Kise miał wrażenie, że jego penis zaraz wybuchnie. Był tak podniecony dominacją
Aomine, że miał ochotę zacząć się przy nim masturbować. Nie wiedział jednak, czy ma grać ofiarę, czy okazać zainteresowanie.
      Penis w jego ustach pulsował mocno. Był dość sporych rozmiarów, prawie tych samych, co jego, ale członek Aomine był nieco dłuższy. Dochodził prawie do jego gardła, ale widać było, że Daiki nie wie, iż można go wsunąć głębiej.

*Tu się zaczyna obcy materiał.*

package model

import "math"

// fluxTable holds a flux over the surface temperature in cubic pieces, which meet with value and slope. A piece is made when it is first
// asked for, and cut into narrower ones where a cubic does not follow the flux: at the kinks between two laws.
type fluxTable struct {
	fromC, width, perK float64 // pieces of width K from fromC on; perK = 1/width
	count              int
	pieces             []fluxPiece // count of them; nil until the first is asked for: many a table never is
	depth              int
	of                 func(surfaceC, d float64) (w, slope float64) // d: half width of the difference for the slope, K; 0: no slope is needed
}

// fluxPiece is w = c[0] + x (c[1] + x (c[2] + x c[3])), x in K from its lower end.
type fluxPiece struct {
	c     [4]float64
	lower float64
	ready bool
	finer *fluxTable
}

const (
	tableFromC, tableToC = -50, 110 // °C: at the least
	tableBeyondK         = 10       // beyond the medium
	tableWidthK          = 2        // dry; else tableMoistK
	tableMoistK          = 1
	tableFiner           = 4    // pieces that one is cut into
	tableDepth           = 9    // the narrowest pieces are a few µK wide
	tableClose           = 4e-7 // largest error of a cubic, by the flux and what a K changes of it
)

func newFluxTable(fromC, width float64, pieces, depth int, of func(surfaceC, d float64) (w, slope float64)) *fluxTable {
	return &fluxTable{fromC: fromC, width: width, perK: 1 / width, depth: depth, of: of, count: pieces}
}

// at gives flux and slope.
func (t *fluxTable) at(surfaceC float64) (w, slope float64) {
	x := (surfaceC - t.fromC) * t.perK
	if !(x >= 0 && x < float64(len(t.pieces))) {
		if !(x >= 0 && x < float64(t.count)) {
			return t.of(surfaceC, slopeK)
		}
		t.pieces = make([]fluxPiece, t.count)
	}
	p := &t.pieces[int(x)]
	for !p.ready {
		if p.finer == nil {
			t.cut(int(x))
			continue
		}
		t = p.finer
		x = min(max((surfaceC-t.fromC)*t.perK, 0), tableFiner-0.5) // round-off at its ends must not leave it
		p = &t.pieces[int(x)]
	}
	return p.at(surfaceC - p.lower)
}

// at gives flux and slope x K above the lower end.
func (p *fluxPiece) at(x float64) (w, slope float64) {
	return p.c[0] + x*(p.c[1]+x*(p.c[2]+x*p.c[3])), p.c[1] + x*(2*p.c[2]+3*x*p.c[3])
}

// cut makes a piece out of values and slopes at its ends, and holds it against the flux between them.
func (t *fluxTable) cut(i int) {
	p := &t.pieces[i]
	a, l := t.fromC+float64(i)*t.width, t.width
	d := min(slopeK, l/16)
	var wa, sa, wb, sb float64
	if i > 0 && t.pieces[i-1].ready {
		wa, sa = t.pieces[i-1].at(l)
	} else {
		wa, sa = t.of(a, d)
	}
	if i+1 < len(t.pieces) && t.pieces[i+1].ready {
		wb, sb = t.pieces[i+1].at(0)
	} else {
		wb, sb = t.of(t.fromC+float64(i+1)*t.width, d)
	}
	rise := (wb - wa) / l
	p.lower, p.c = a, [4]float64{wa, sa, (3*rise - 2*sa - sb) / l, (sa + sb - 2*rise) / (l * l)}
	p.ready = true
	if t.depth == 0 {
		return
	}
	for _, part := range []float64{0.21, 0.5, 0.79} {
		x := part * l
		w, _ := t.of(a+x, 0)
		if got, _ := p.at(x); math.Abs(got-w) > tableClose*(math.Abs(w)+math.Abs(sa)) {
			p.ready = false
			p.finer = newFluxTable(a, l/tableFiner, tableFiner, t.depth-1, t.of)
			p.finer.pieces = make([]fluxPiece, tableFiner)
			return
		}
	}
}

// clear forgets all pieces.
func (t *fluxTable) clear() { clear(t.pieces) }

// tabulate makes the table of a medium that stays as it is.
func (s *skin) tabulate() {
	if len(s.course.y) > 1 {
		s.nowS = math.NaN()
		return
	}
	s.table = s.newTable()
}

// manyPlaces is from how many places on a table is cheaper than the flux itself.
const manyPlaces = 30

// seen makes ready for looks at so many places at a time.
func (s *skin) seen(places int) {
	if s.table == nil && s.brief == nil && s.law == nil && !s.linear && places >= manyPlaces {
		s.brief = s.newTable()
	}
}

// newTable makes a table without pieces.
func (s *skin) newTable() *fluxTable {
	of := func(c, _ float64) (w, slope float64) { return s.law(c, 0) }
	if s.law == nil {
		if len(s.course.y) == 1 {
			s.now = s.around(0)
		}
		of = func(c, d float64) (w, slope float64) {
			if d == 0 {
				return s.direct(c, &s.now), 0
			}
			return s.sloped(c, &s.now, d)
		}
	}
	low, high := float64(tableFromC), float64(tableToC)
	for _, c := range s.course.y {
		low, high = min(low, math.Floor(c-tableBeyondK)), max(high, c+tableBeyondK)
	}
	width := float64(tableWidthK)
	if s.moist || s.law != nil {
		width = tableMoistK
	}
	return newFluxTable(low, width, int(math.Ceil((high-low)/width)), tableDepth, of)
}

      Kise zaczął poruszać językiem, przymykając oczy. Usłyszał ciche jęki ciemnoskórego, który wsunął teraz dłoń w jego włosy, odgarniając mu je z czoła. Kise uniósł na niego wzrok, ale Daiki miał zamknięte oczy.

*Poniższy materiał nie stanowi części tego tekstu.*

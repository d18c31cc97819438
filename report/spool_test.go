package report

import (
	"archive/zip"
	"bytes"
	"encoding/json"
	"io"
	"math/rand/v2"
	"path/filepath"
	"strings"
	"testing"
)

// What goes in comes out, whether it stayed in memory or went to a file.
func TestSpool(t *testing.T) {
	for _, c := range []struct {
		name string
		size int
	}{{"in memory", 1000}, {"just full", spoolInMemory}, {"in a file", 3*spoolInMemory + 17}} {
		t.Run(c.name, func(t *testing.T) {
			rnd := rand.New(rand.NewPCG(5, 11))
			in := make([]byte, c.size)
			for i := range in {
				in[i] = byte(rnd.UintN(256))
			}
			var s spool
			defer s.Close()
			for rest := in; len(rest) > 0; {
				n := min(len(rest), 1+rnd.IntN(100_000))
				if _, err := s.Write(rest[:n]); err != nil {
					t.Fatal(err)
				}
				rest = rest[n:]
			}
			var out bytes.Buffer
			if n, err := s.WriteTo(&out); err != nil || n != int64(c.size) || s.n != n {
				t.Fatalf("%d bytes, %v; wanted %d", n, err, c.size)
			}
			if !bytes.Equal(in, out.Bytes()) {
				t.Error("other bytes came out")
			}
			if gone := c.size > spoolInMemory; gone != (s.file != nil) {
				t.Errorf("in a file: %v, wanted %v", s.file != nil, gone)
			}
		})
	}
}

// A temporary folder that cannot be written is an error, not a shorter document.
func TestSpoolWithoutATemporaryFolder(t *testing.T) {
	t.Setenv("TMPDIR", filepath.Join(t.TempDir(), "missing"))
	t.Setenv("TMP", filepath.Join(t.TempDir(), "missing"))
	var out bytes.Buffer
	j, p := NewJSON(&out, trayHead()), long(t, 500)
	var err error
	for i := 0; i < 200 && err == nil; i++ {
		err = j.Add(p)
	}
	if err == nil {
		t.Fatal("no error from Add")
	}
	if j.Close() == nil || out.Len() > 0 {
		t.Errorf("Close wrote %d bytes after the error", out.Len())
	}
}

// A document longer than the memory of its spool is whole.
func TestLongDocumentIsWhole(t *testing.T) {
	p := long(t, 500)
	ps := make([]*Product, 150)
	for i := range ps {
		ps[i] = p
	}
	b := write(t, NewJSON, trayHead(), ps...)
	if len(b) < 2*spoolInMemory {
		t.Fatalf("only %d bytes: the spool did not go to a file", len(b))
	}
	var all struct {
		Products []struct {
			T []float64 `json:"t_s"`
		} `json:"products"`
	}
	if err := json.Unmarshal(b, &all); err != nil {
		t.Fatal(err)
	}
	if len(all.Products) != 150 || len(all.Products[149].T) != 500 {
		t.Errorf("%d products", len(all.Products))
	}
	book := write(t, NewWorkbook, trayHead(), ps...)
	z, err := zip.NewReader(bytes.NewReader(book), int64(len(book)))
	if err != nil {
		t.Fatal(err)
	}
	r, err := z.Open("xl/worksheets/sheet3.xml") // Courses
	if err != nil {
		t.Fatal(err)
	}
	sheet, err := io.ReadAll(r) // checks the CRC of the whole sheet
	if n := bytes.Count(sheet, []byte("<row r=")); err != nil || n != 150*500+1 || !bytes.HasSuffix(sheet, []byte("</worksheet>")) {
		t.Errorf("%d rows, %v; wanted the headings and 150 × 500", n, err)
	}
	if n := strings.Count(string(write(t, NewText, trayHead(), ps...)), "\nProduct "); n != 150 {
		t.Errorf("%d products in the text", n)
	}
}
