package model

import (
	"fmt"

	"gonum.org/v1/gonum/blas"
	"gonum.org/v1/gonum/blas/blas64"
)

// spaceMesh is what stands between the nodes of a spaceMarch: polynomials, or monotone cubics along each axis in turn.
type spaceMesh struct {
	axes [3]*spaceAxis
	n    int
	w    []float64
	body [3][]float64 // by axis of polynomials: the weights of its nodes at those of the body
	x, y []float64
}

func newSpaceMesh(axes [3]*spaceAxis) *spaceMesh {
	m := &spaceMesh{axes: axes, n: axes[0].n * axes[1].n * axes[2].n}
	for _, x := range axes[0].w {
		for _, y := range axes[1].w {
			for _, z := range axes[2].w {
				m.w = append(m.w, x*y*z)
			}
		}
	}
	return m
}

// seenAt makes ready to fill the nodes of a body.
func (m *spaceMesh) seenAt(nd *nodes) {
	for a, ax := range m.axes {
		m.body[a] = make([]float64, len(nd.x[a])*ax.n)
		for g, x := range nd.x[a] {
			ax.valueAt(x, m.body[a][g*ax.n:(g+1)*ax.n])
		}
	}
	n, last := m.axes[0].n, len(nd.x[2])
	m.x, m.y = make([]float64, n*m.axes[1].n*last), make([]float64, n*len(nd.x[1])*last)
}

// byAxes applies a matrix by axis to n[0]×n[1]×n[2] numbers, by way of x and y. It goes from the last axis to the first: each comes first in
// what it leaves, so that after the first all is in order again.
func byAxes(by *[3][]float64, n [3]int, in, x, y, out []float64) {
	used := 1
	for used < 3 && n[used] > 1 {
		used++
	}
	for a := used - 1; a >= 0; a-- {
		to := x
		switch a {
		case 0:
			to = out
		case 1:
			to = y
		}
		rows, lines := len(by[a])/n[a], len(in)/n[a]
		to = to[:rows*lines]
		if lines == 1 {
			clear(to)
			addRows(to, by[a], n[a], in)
			return
		}
		all := blas64.General{Rows: lines, Cols: n[a], Stride: n[a], Data: in}
		for i := 0; i < rows; i++ {
			blas64.Gemv(blas.NoTrans, 1, all, blas64.Vector{N: n[a], Inc: 1, Data: by[a][i*n[a] : (i+1)*n[a]]}, 0, blas64.Vector{N: lines, Inc: 1, Data: to[i*lines : (i+1)*lines]})
		}
		in = to
	}
}

func (m *spaceMesh) weights() []float64 { return m.w }

func (m *spaceMesh) String() string {
	words := fmt.Sprint(m.axes[0].n)
	for _, a := range m.axes[1:] {
		if a.n > 1 {
			words += fmt.Sprintf(" × %d", a.n)
		}
	}
	if m.axes[0].poly != nil {
		return words + " polynomials through the food"
	}
	return words + " control volumes"
}

// at gives the temperature of a place from those of the nodes.
func (m *spaceMesh) at(x coord, c []float64) float64 {
	if m.axes[0].poly == nil {
		return m.pieces(x, c)
	}
	n1, n2 := m.axes[1].n, m.axes[2].n
	var v [3][maxDegrees]float64
	for a, ax := range m.axes {
		ax.valueAt(x[a], v[a][:ax.n])
	}
	sum, i := 0.0, 0
	for _, p := range v[0][:m.axes[0].n] {
		for _, q := range v[1][:n1] {
			line := 0.0
			for k, r := range v[2][:n2] {
				line += r * c[i+k]
			}
			sum += p * q * line
			i += n2
		}
	}
	return sum
}

// onto goes along the last axis, then the middle one, then the first.
func (m *spaceMesh) onto(other mesh) func(here, there []float64) {
	to := other.(interface{ space() *spaceMesh }).space()
	var along [3]func(here, there []float64)
	for a := range along {
		along[a] = m.axes[a].onto(to.axes[a])
	}
	n := [3]int{m.axes[0].n, m.axes[1].n, m.axes[2].n}
	k := [3]int{to.axes[0].n, to.axes[1].n, to.axes[2].n}
	p, q := make([]float64, n[0]*n[1]*k[2]), make([]float64, n[0]*k[1]*k[2])
	in, out := make([]float64, max(n[0], n[1])), make([]float64, max(k[0], k[1]))
	// lines goes along the middle index of from (outer × n × inner) into that of into (outer × k × inner).
	lines := func(a, outer, inner int, from, into []float64) {
		for o := 0; o < outer; o++ {
			for i := 0; i < inner; i++ {
				for j := 0; j < n[a]; j++ {
					in[j] = from[(o*n[a]+j)*inner+i]
				}
				along[a](in[:n[a]], out[:k[a]])
				for j, c := range out[:k[a]] {
					into[(o*k[a]+j)*inner+i] = c
				}
			}
		}
	}
	return func(here, there []float64) {
		for i := 0; i < n[0]*n[1]; i++ {
			along[2](here[i*n[2]:(i+1)*n[2]], p[i*k[2]:(i+1)*k[2]])
		}
		lines(1, n[0], k[2], p, q)
		lines(0, 1, k[1]*k[2], q, there)
	}
}

func (m *spaceMesh) space() *spaceMesh { return m }

// fill gives the temperatures at the nodes of the body.
func (m *spaceMesh) fill(c, out []float64) {
	if m.axes[0].poly == nil {
		copy(out, c)
		return
	}
	byAxes(&m.body, [3]int{m.axes[0].n, m.axes[1].n, m.axes[2].n}, c, m.x, m.y, out)
}

func (m *spaceMesh) shot(f *marched, c []float64) snapshot {
	if m.axes[0].poly == nil {
		return &marchedShot{f, c}
	}
	return newSmoothShot(m, f, c)
}

// slice gives the coefficients of the polynomials along an axis through a place from the temperatures of the nodes.
func (m *spaceMesh) slice(c []float64, axis int, x coord, out []float64) {
	var v [3][maxDegrees]float64
	for a, ax := range m.axes {
		if a != axis {
			ax.valueAt(x[a], v[a][:ax.n])
		}
	}
	n := [3]int{m.axes[0].n, m.axes[1].n, m.axes[2].n}
	var line [maxDegrees]float64
	i := 0
	for g0 := 0; g0 < n[0]; g0++ {
		for g1 := 0; g1 < n[1]; g1++ {
			row := c[i : i+n[2]]
			i += n[2]
			switch axis {
			case 0, 1:
				sum := 0.0
				for k, z := range v[2][:n[2]] {
					sum += z * row[k]
				}
				if axis == 0 {
					line[g0] += v[1][g1] * sum
				} else {
					line[g1] += v[0][g0] * sum
				}
			default:
				add(line[:n[2]], v[0][g0]*v[1][g1], row)
			}
		}
	}
	m.axes[axis].poly.coefficients(line[:n[axis]], out)
}

// placeWeights appends the weights of the nodes in the temperature of a place.
func (m *spaceMesh) placeWeights(x coord, out []float64) []float64 {
	var v [3][maxDegrees]float64
	for a, ax := range m.axes {
		ax.valueAt(x[a], v[a][:ax.n])
	}
	for _, p := range v[0][:m.axes[0].n] {
		for _, q := range v[1][:m.axes[1].n] {
			q *= p
			for _, r := range v[2][:m.axes[2].n] {
				out = append(out, q*r)
			}
		}
	}
	return out
}

// pieces goes along the last axis, then the middle one, then the first.
func (m *spaceMesh) pieces(x coord, c []float64) float64 {
	along := func(a int, x float64, value func(i int) float64) float64 {
		ax := m.axes[a]
		if ax.n == 1 {
			return value(0)
		}
		vals := make([]float64, ax.n)
		for i, last := ax.line.reads(x); i <= last; i++ {
			vals[i] = value(i)
		}
		return ax.line.at(coord{x}, vals)
	}
	n1, n2 := m.axes[1].n, m.axes[2].n
	return along(0, x[0], func(i int) float64 {
		return along(1, x[1], func(j int) float64 {
			return along(2, x[2], func(k int) float64 { return c[(i*n1+j)*n2+k] })
		})
	})
}

func (m *spaceMesh) neighbours(j int, do func(k int)) {
	stride := m.n
	for a := range m.axes {
		n := m.axes[a].n
		stride /= n
		at := j / stride % n
		if at > 0 {
			do(j - stride)
		}
		if at+1 < n {
			do(j + stride)
		}
	}
}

      Wytrysk przyszedł dość nagle, wypełniając usta Kise ciepłą, słodko-słoną cieczą. Kise połknął odruchowo wszystko i jeszcze oblizał się na koniec. Przygryzł wargę, spoglądając na swojego penisa.
      Też chciał, by Aomine zrobił mu loda...
-         Ej, Aominecchi...- zaczął nieśmiało.
      Ale ten jakby był głuchy. Znów pchnął Kise na łóżko, tym razem brzuchem do dołu i już ułożył się na nim, przykładając penisa do jego pośladków, kiedy nagle Kise zreflektował się i krzyknął, nieco spanikowany:
-         Nie na sucho!
-         Co?- jęknął Aomine, będąc już na skraju wytrzymania.
-         Będzie boleć! Weź coś śliskiego, żeby mnie nie podrażnić!
-         Śliskiego... - mruknął Aomine, całując kark Kise, na co chłopak zareagował drżącym westchnieniem. Czuł, że zaraz dojdzie przez te delikatne pieszczoty...- Kurwa. - Aomine wstał szybko i podszedł do biurka, wyciągając z małej szafki jakąś butelkę.- Nada się?- warknął, rzucając w Kise butelką z balsamem do ciała.
-         T-Tak...myślę, że tak.
-         Robiłeś to już z facetem?- zapytał Aomine.
-         Nie, ale.. - Kise spalił buraka. Ma się przyznać do tego, że oglądał na Internecie gej-porno?- Przecież nie jestem kobietą...możesz mi włożyć...go...w tyłek, ale tam nie jest mokro...i....yyy...no.- Skończył nieskładnie.
-         Dobra, dobra - westchnął Aomine, nalewając na dłoń sporą ilość balsamu. Wsunął w Kise naraz dwa palce.
-         Aaa!- krzyknął zaskoczony Kise - N-Nie tak od razu!
-         Ha? Przecież cię gwałcę, nie?- mruknął obojętnie Aomine.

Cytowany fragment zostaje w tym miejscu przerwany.